Esse “bagunceiro” não pretende explicar, mas sim partilhar suas inquietações: sobre violência, amadurecimento pessoal, o mistério que são os outros e a própria poesia.
POEMA DO TEMPO
Tem o importante que sabe que é comum Tem o comum que se acha importante Tem o diamante que sabe que é pedra Tem a pedra que se acha diamante Enquanto isso, o tempo passa levando
comuns, importantes, pedras e diamantes
Ao lermos em voz alta o poema Eu passei um dia inteiro, percebemos que o texto possui um ritmo, uma cadência que organiza as frases: isso é muito comum em poesia. De acordo com Ricardo Azevedo, esse gênero esteve ligado à música em diferentes circunstâncias históricas.
Eu passei um dia inteiro pra fazer essa modinha, você chega e vem dizer que a modinha não é minha?
A modinha é minha, sim, quem não sabe, vai saber, não tem como duvidar, vou provar por a mais b.
Veja só o jeito dela: confusa, desajeitada, coitada, destrambelhada, capenga, desengonçada.
Basta olhar pra cara dela: disforme, deselegante, quadrada, mal-ajambrada, mixórdia marca barbante.
Rima pobre, manquitola, arremedo incompetente, tentativa que não cola, só amola, infelizmente.
Sem assunto, sem idéia, banal, batida, bisonha, lengalenga, logorréia, sem sentido, nem vergonha.
Tal bobice é um bagulho é tolice atrapalhada, é só burrada e barulho, de poesia não tem nada.
Vou parando por aqui, já chega de picuinha. Quero ver quem vai dizer que a modinha não é minha!

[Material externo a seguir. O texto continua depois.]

Start guess, failures
---------------------
With ``reuse_density`` (default) an SCF starts from the converged density of the nearest
geometry this model has already computed (root-mean-square deviation after a Kabsch
superposition, among the last :data:`HISTORY_SIZE`) when that geometry lies within
``warm_start_max_rmsd`` (default :data:`WARM_START_MAX_RMSD_A`); otherwise from PySCF's
atomic guess. The density is rotated into the new geometry's orientation
(``pyscf.gto.mole.ao_rotation_matrix``), and the calculation itself always runs in the
caller's frame: the integration grid and the PCM surface are not rotation-invariant (up to
0.05 kJ/mol for N-methylpiperidine at B3LYP-D3(BJ)/def2-SVP/C-PCM), so computing in another
frame would make a result depend on what the model computed before. Measured (``tests/benchmarks/bench_dft.py``):
a start guess from a geometry 0.005 Å away (a Hessian step) saves about a third of the SCF
cycles, one 0.05 Å away about a tenth, while a neighbouring conformer (0.5–1 Å) costs cycles
rather than saving them; hence the threshold. An SCF that does not converge is retried on a
ladder: level shift, then damping with a later start of DIIS, then
second-order SCF (Newton), each from the atomic guess; when the last fails,
:class:`~chairbuild.errors.ConvergenceError` names every attempt.

Limits
------
A molecule with more than ``max_basis_functions`` basis functions (default
:data:`DEFAULT_MAX_BASIS_FUNCTIONS`) is refused when the model is built, before any
integral is computed: at def2-SVP 600 functions is about 60 heavy atoms, and one single
point of a 350-function molecule took about 40 s on one core here.

Units
-----
PySCF works in bohr and hartree; this module converts at its boundary only, with the
CODATA 2018 factors of :mod:`chairbuild.constants`.
"""

from __future__ import annotations

import dataclasses
import functools
from typing import Any

import numpy as np

from chairbuild.constants import ANGSTROM_TO_BOHR, HARTREE_TO_KJ
from chairbuild.errors import ConvergenceError, ForceFieldError, InputError, OptionError
from chairbuild.forcefields.base import EnergyModel

__all__ = [
    "DFTModel",
    "DFTSettings",
    "available_dft_solvents",
    "DEFAULT_MAX_BASIS_FUNCTIONS",
    "SOLVATION_MODELS",
]

#: Largest number of basis functions a DFTModel accepts unless told otherwise.
DEFAULT_MAX_BASIS_FUNCTIONS = 600
#: How many converged densities a model keeps as start guesses.
HISTORY_SIZE = 8
#: Largest RMSD (Å, after superposition) of a kept geometry whose density starts a new SCF
#: (measured, see the module notes and ``tests/benchmarks/bench_dft.py``).
WARM_START_MAX_RMSD_A = 0.1
#: Solvation models accepted, lower case -> PySCF's name of the PCM variant (None: SMD).
SOLVATION_MODELS = {"cpcm": "C-PCM", "iefpcm": "IEF-PCM", "smd": None}
#: Extra spellings of solvent names (lower case) -> the name in PySCF's table.
SOLVENT_ALIASES = {
    "dmso": "dimethylsulfoxide",
    "thf": "tetrahydrofuran",
    "ch2cl2": "dichloromethane",
    "dcm": "dichloromethane",
    "chcl3": "chloroform",
    "ccl4": "carbon tetrachloride",
    "cs2": "carbon disulfide",
    "dibutyl ether": "butylether",
    "di-n-butyl ether": "butylether",
    "meoh": "methanol",
    "mecn": "acetonitrile",
    "h2o": "water",
}
_GRADIENT_TO_KJ_PER_A = HARTREE_TO_KJ * ANGSTROM_TO_BOHR
#: Rungs of the SCF retry ladder after the first attempt.
_LADDER = ("level shift 0.3 Eh", "damping 0.5, DIIS from cycle 8", "second-order SCF (Newton)")


@functools.lru_cache(maxsize=1)
def _solvent_db() -> dict[str, list[float]]:
    from pyscf.solvent import smd

    return {k.lower(): v for k, v in smd.solvent_db.items() if k.strip()}


def available_dft_solvents(include_aliases: bool = False) -> list[str]:
    """Names of the solvents the DFT model knows (PySCF's Minnesota descriptor table)."""
    names = sorted(_solvent_db())
    return sorted(names + list(SOLVENT_ALIASES)) if include_aliases else names


def _solvent_key(solvent: str) -> str:
    key = str(solvent).strip().lower()
    key = SOLVENT_ALIASES.get(key, key)
    if key not in _solvent_db():
        raise OptionError(
            f"unknown solvent {solvent!r} for the DFT level; valid names: "
            + ", ".join(available_dft_solvents())
            + " (aliases: "
            + ", ".join(sorted(SOLVENT_ALIASES))
            + ")"
        )
    return key


@dataclasses.dataclass(frozen=True)
class DFTSettings:
    """The DFT level: what defines the energy (and so the cache key).

    Attributes
    ----------
    functional : str
        Exchange–correlation functional by PySCF/libxc name, e.g. ``"b3lyp"``, ``"r2scan"``.
    basis : str
        Orbital basis by PySCF name, e.g. ``"def2-svp"``.
    dispersion : str or None
        ``"d3bj"`` (default) or None.
    solvent : str or None
        Solvent name; None is the gas phase.
    solvation_model : str
        ``"cpcm"`` (default), ``"iefpcm"`` or ``"smd"``.
    density_fitting : bool
        Density fitting of the two-electron integrals (default True).
    grid_level : int
        PySCF integration grid level 0–9 (default 3).
    conv_tol : float
        SCF energy convergence threshold, hartree (default 1e-9).
    """

    functional: str = "b3lyp"
    basis: str = "def2-svp"
    dispersion: str | None = "d3bj"
    solvent: str | None = None
    solvation_model: str = "cpcm"
    density_fitting: bool = True
    grid_level: int = 3
    conv_tol: float = 1e-9

    def validated(self) -> "DFTSettings":
        """Return a normalised copy; raise OptionError on an unknown name or bad value."""
        from pyscf.dft import libxc

        functional = str(self.functional).strip().lower()
        try:
            libxc.parse_xc(functional)
        except (KeyError, ValueError, NotImplementedError):
            raise OptionError(f"unknown exchange-correlation functional {self.functional!r} (a PySCF/libxc name)") from None
        dispersion = None if self.dispersion in (None, "", "none") else str(self.dispersion).lower()
        if dispersion not in (None, "d3bj"):
            raise OptionError(f"unknown dispersion correction {self.dispersion!r}; choose from: d3bj, none")
        model = str(self.solvation_model).strip().lower().replace("-", "")
        if model not in SOLVATION_MODELS:
            raise OptionError(f"unknown DFT solvation model {self.solvation_model!r}; choose from: cpcm, iefpcm, smd")
        solvent = None if self.solvent is None else _solvent_key(self.solvent)
        if not (0 <= int(self.grid_level) <= 9):
            raise OptionError(f"grid_level must be 0-9, got {self.grid_level!r}")
        if not self.conv_tol > 0:
            raise OptionError(f"conv_tol must be > 0, got {self.conv_tol!r}")
        return dataclasses.replace(
            self,
            functional=functional,
            basis=str(self.basis).strip().lower(),
            dispersion=dispersion,
            solvent=solvent,
            solvation_model=model,
            grid_level=int(self.grid_level),
        )

    @property
    def name(self) -> str:
        """Level name, e.g. ``"B3LYP-D3(BJ)/def2-SVP/C-PCM(water)"``."""
        text = self.functional.upper().replace("R2SCAN", "r2SCAN")
        if self.dispersion == "d3bj":
            text += "-D3(BJ)"
        text += "/" + _basis_label(self.basis)
        if self.solvent is not None:
            model = SOLVATION_MODELS[self.solvation_model] or "SMD"
            text += f"/{model}({self.solvent})"
        return text


def _basis_label(basis: str) -> str:
    if basis.startswith("def2-"):
        return "def2-" + basis[5:].upper()
    return basis


@dataclasses.dataclass
class SCFRecord:
    """What the last SCF did: cycles, which rung of the ladder converged, whether warm-started."""

    cycles: int = 0
    attempt: str = ""
    warm_start: bool = False
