ENERGY_ATOL = 1.0e-4  # kcal/mol, per molecule, total and each term
FORCE_ATOL = 1.0e-3  # kcal/mol/Å, largest component
MINIMUM_ATOL = 0.01  # kcal/mol, minimised energies

TERMS = tuple(TERM_GROUPS)
#: RDKit switch of each term (MMFFMolProperties.SetMMFF*Term).
RDKIT_SWITCHES = {
    "bond": "SetMMFFBondTerm",
    "angle": "SetMMFFAngleTerm",
    "stretch_bend": "SetMMFFStretchBendTerm",
    "oop": "SetMMFFOopTerm",
    "torsion": "SetMMFFTorsionTerm",
    "vdw": "SetMMFFVdWTerm",
    "electrostatic": "SetMMFFEleTerm",
}
#: setting -> (variant, dielectric constant, distance-dependent dielectric)
SETTINGS = {
    "MMFF94": ("MMFF94", 1.0, False),
    "MMFF94s": ("MMFF94s", 1.0, False),
    "MMFF94-rdiel4": ("MMFF94", 4.0, True),
}


def _read_molecules() -> dict[str, str]:
    molecules = {}
    for line in (DATA / "mmff_molecules.smi").read_text().splitlines():
        if line.strip() and not line.startswith("#"):
            smiles, name = line.split()
            molecules[name] = smiles
    return molecules


MOLECULES = _read_molecules()


@functools.lru_cache(maxsize=None)
def _molecule(name: str) -> Chem.Mol:
    """The molecule with hydrogens and one perturbed ETKDG conformer."""
    mol = Chem.AddHs(Chem.MolFromSmiles(MOLECULES[name]))
    params = AllChem.ETKDGv3()
    params.randomSeed = EMBED_SEED
    if AllChem.EmbedMolecule(mol, params) != 0:
        raise RuntimeError(f"ETKDG failed for {name}")
    rng = np.random.default_rng(PERTURB_SEED)
    conf = mol.GetConformer()
    xyz = conf.GetPositions() + rng.normal(scale=PERTURB_SIGMA, size=(mol.GetNumAtoms(), 3))
    for i, p in enumerate(xyz):
        conf.SetAtomPosition(i, p.tolist())
    return mol


def _rdkit_props(mol: Chem.Mol, setting: str):
    variant, dielectric, distance = SETTINGS[setting]
    props = rdForceFieldHelpers.MMFFGetMoleculeProperties(mol, mmffVariant=variant)
    props.SetMMFFDielectricConstant(dielectric)
    props.SetMMFFDielectricModel(2 if distance else 1)  # RDKit: 1 constant, 2 distance
    return props


@dataclass
class Case:
    model: MMFFModel
    coords: np.ndarray
    reference: dict[str, float]
    reference_grad: np.ndarray


@functools.lru_cache(maxsize=None)
def _case(name: str, setting: str) -> Case:
    """Our model plus RDKit's MMFF energies (kcal/mol) and gradient at one geometry."""
    mol = _molecule(name)
    reference = {}
    for term, switch in RDKIT_SWITCHES.items():
        props = _rdkit_props(mol, setting)
        for other in RDKIT_SWITCHES.values():
            getattr(props, other)(other == switch)
        reference[term] = rdForceFieldHelpers.MMFFGetMoleculeForceField(mol, props).CalcEnergy()
    field = rdForceFieldHelpers.MMFFGetMoleculeForceField(mol, _rdkit_props(mol, setting))
    reference["total"] = field.CalcEnergy()
    grad = np.asarray(field.CalcGrad()).reshape(-1, 3)
    variant, dielectric, distance = SETTINGS[setting]
    model = MMFFModel(mol, variant=variant, dielectric=dielectric, distance_dependent=distance, threads=1)
    return Case(model, mol.GetConformer().GetPositions(), reference, grad)


def _setting_cases() -> list:
    cases = [pytest.param(name, "MMFF94", id=f"{name}-MMFF94") for name in MOLECULES]
    cases += [pytest.param(name, "MMFF94s", id=f"{name}-MMFF94s") for name in MOLECULES]
    cases += [pytest.param(name, "MMFF94-rdiel4", id=f"{name}-MMFF94-rdiel4") for name in MOLECULES]
    return cases
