class _Assembler:
    """Assemble a full structure from ideal ring-system cores and rigid template branches.

    The first ring system's core (its atoms and their direct neighbours) is placed as
    built. Every bond from a placed atom x to a placed atom y whose other neighbours are
    not yet placed starts a branch: the template coordinates of everything beyond y are
    moved rigidly onto the bond x→y, keeping the template torsion about it. A branch
    stops at the first atom of another ring system, whose own ideal core is then moved
    onto the bond that reaches it in the same way.
    """

    def __init__(self, mol: Chem.Mol, system_atoms: dict[int, list[int]], template: np.ndarray):
        self.mol = mol
        self.template = template
        self.n = mol.GetNumAtoms()
        self.system_of = {a: s for s, atoms in system_atoms.items() for a in atoms}
        self.neighbours = [[n.GetIdx() for n in mol.GetAtomWithIdx(i).GetNeighbors()] for i in range(self.n)]
        self.heavy_first = [
            sorted(nbs, key=lambda n: (-mol.GetAtomWithIdx(n).GetAtomicNum(), n)) for nbs in self.neighbours
        ]

    def _align(self, xyz, placed, frag: dict[int, np.ndarray], x: int, y: int, overwrite: bool) -> list[int]:
        """Move ``frag`` (containing x and y) rigidly onto the placed bond x→y; return atoms written."""
        src_vec = frag[y] - frag[x]
        rot = _rotation_aligning(src_vec, xyz[y] - xyz[x])
        moved = {a: (p - frag[y]) @ rot.T + xyz[y] for a, p in frag.items()}
        r_x = next((n for n in self.heavy_first[x] if n != y and placed[n]), None)
        r_y = next((n for n in self.heavy_first[y] if n != x and n in moved), None)
        if r_x is not None and r_y is not None:
            t = self.template
            want = _dihedral(t[r_x], t[x], t[y], t[r_y])
            have = _dihedral(xyz[r_x], xyz[x], xyz[y], moved[r_y])
            axis = xyz[y] - xyz[x]
            spin = _axis_rotation(axis / np.linalg.norm(axis), want - have)
            moved = {a: (p - xyz[y]) @ spin.T + xyz[y] for a, p in moved.items()}
        written = []
        for a, p in moved.items():
            if a in (x, y):
                continue
            if overwrite or not placed[a]:
                xyz[a] = p
                placed[a] = True
                written.append(a)
        return written

    def _branch(self, start: int, parent: int, placed) -> tuple[dict[int, np.ndarray], list[int]]:
        """Template coordinates beyond parent→start; stops at (and reports) other ring-system atoms."""
        frag = {parent: self.template[parent], start: self.template[start]}
        boundary = []
        stack = [start]
        while stack:
            cur = stack.pop()
            for n in self.neighbours[cur]:
                if n in frag or placed[n]:
                    continue
                frag[n] = self.template[n]
                if n in self.system_of:
                    boundary.append(n)
                else:
                    stack.append(n)
        return frag, boundary

    def _attachments(self, atoms, placed) -> list[tuple[int, int]]:
        out = []
        for y in atoms:
            for x in self.neighbours[y]:
                if placed[x] and placed[y] and any(not placed[n] for n in self.neighbours[y]):
                    out.append((x, y))
                    break
        return out

    def assemble(self, cores: dict[int, dict[int, np.ndarray]]) -> np.ndarray:
        """``cores`` maps ring-system index -> {atom: ideal position} (system atoms and their neighbours)."""
        xyz = np.zeros((self.n, 3))
        placed = np.zeros(self.n, dtype=bool)
        first = min(cores)
        for a, p in cores[first].items():
            xyz[a] = p
            placed[a] = True
        done = {first}
        queue = self._attachments(list(cores[first]), placed)
        while queue:
            x, y = queue.pop(0)
            sys_y = self.system_of.get(y)
            if sys_y is not None and sys_y not in done:
                written = self._align(xyz, placed, cores[sys_y], x, y, overwrite=True)
                done.add(sys_y)
                queue.extend(self._attachments(written + [y], placed))
                continue
            frag, boundary = self._branch(y, x, placed)
            written = self._align(xyz, placed, frag, x, y, overwrite=False)
            for d in boundary:
                sys_d = self.system_of[d]
                if sys_d in done:
                    continue
                c = next(n for n in self.neighbours[d] if n in frag and n != d and placed[n] and n not in self.system_of)
                core = dict(cores[sys_d])
                written += self._align(xyz, placed, core, c, d, overwrite=True)
                done.add(sys_d)
            queue.extend(self._attachments(written, placed))
        if not placed.all():
            missing = np.flatnonzero(~placed).tolist()
            raise InputError(f"could not place atoms {missing[:10]} while building")
        return xyz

Ao ser perguntado sobre “o que é a poesia”, Ricardo Azevedo diz que o ser humano é um ser que pergunta, e a poesia tem a ver com isso. “Para responder a suas constantes indagações, o homem inventou as religiões, as ciências, as filosofias e também as artes. Vejo a poesia e a própria literatura, ou seja, as artes feitas com palavras, como formas de perguntar, interpretar, discutir e de compartilhar, por meio da ficção, assuntos que emocionam, encantam ou perturbam a todos nós”.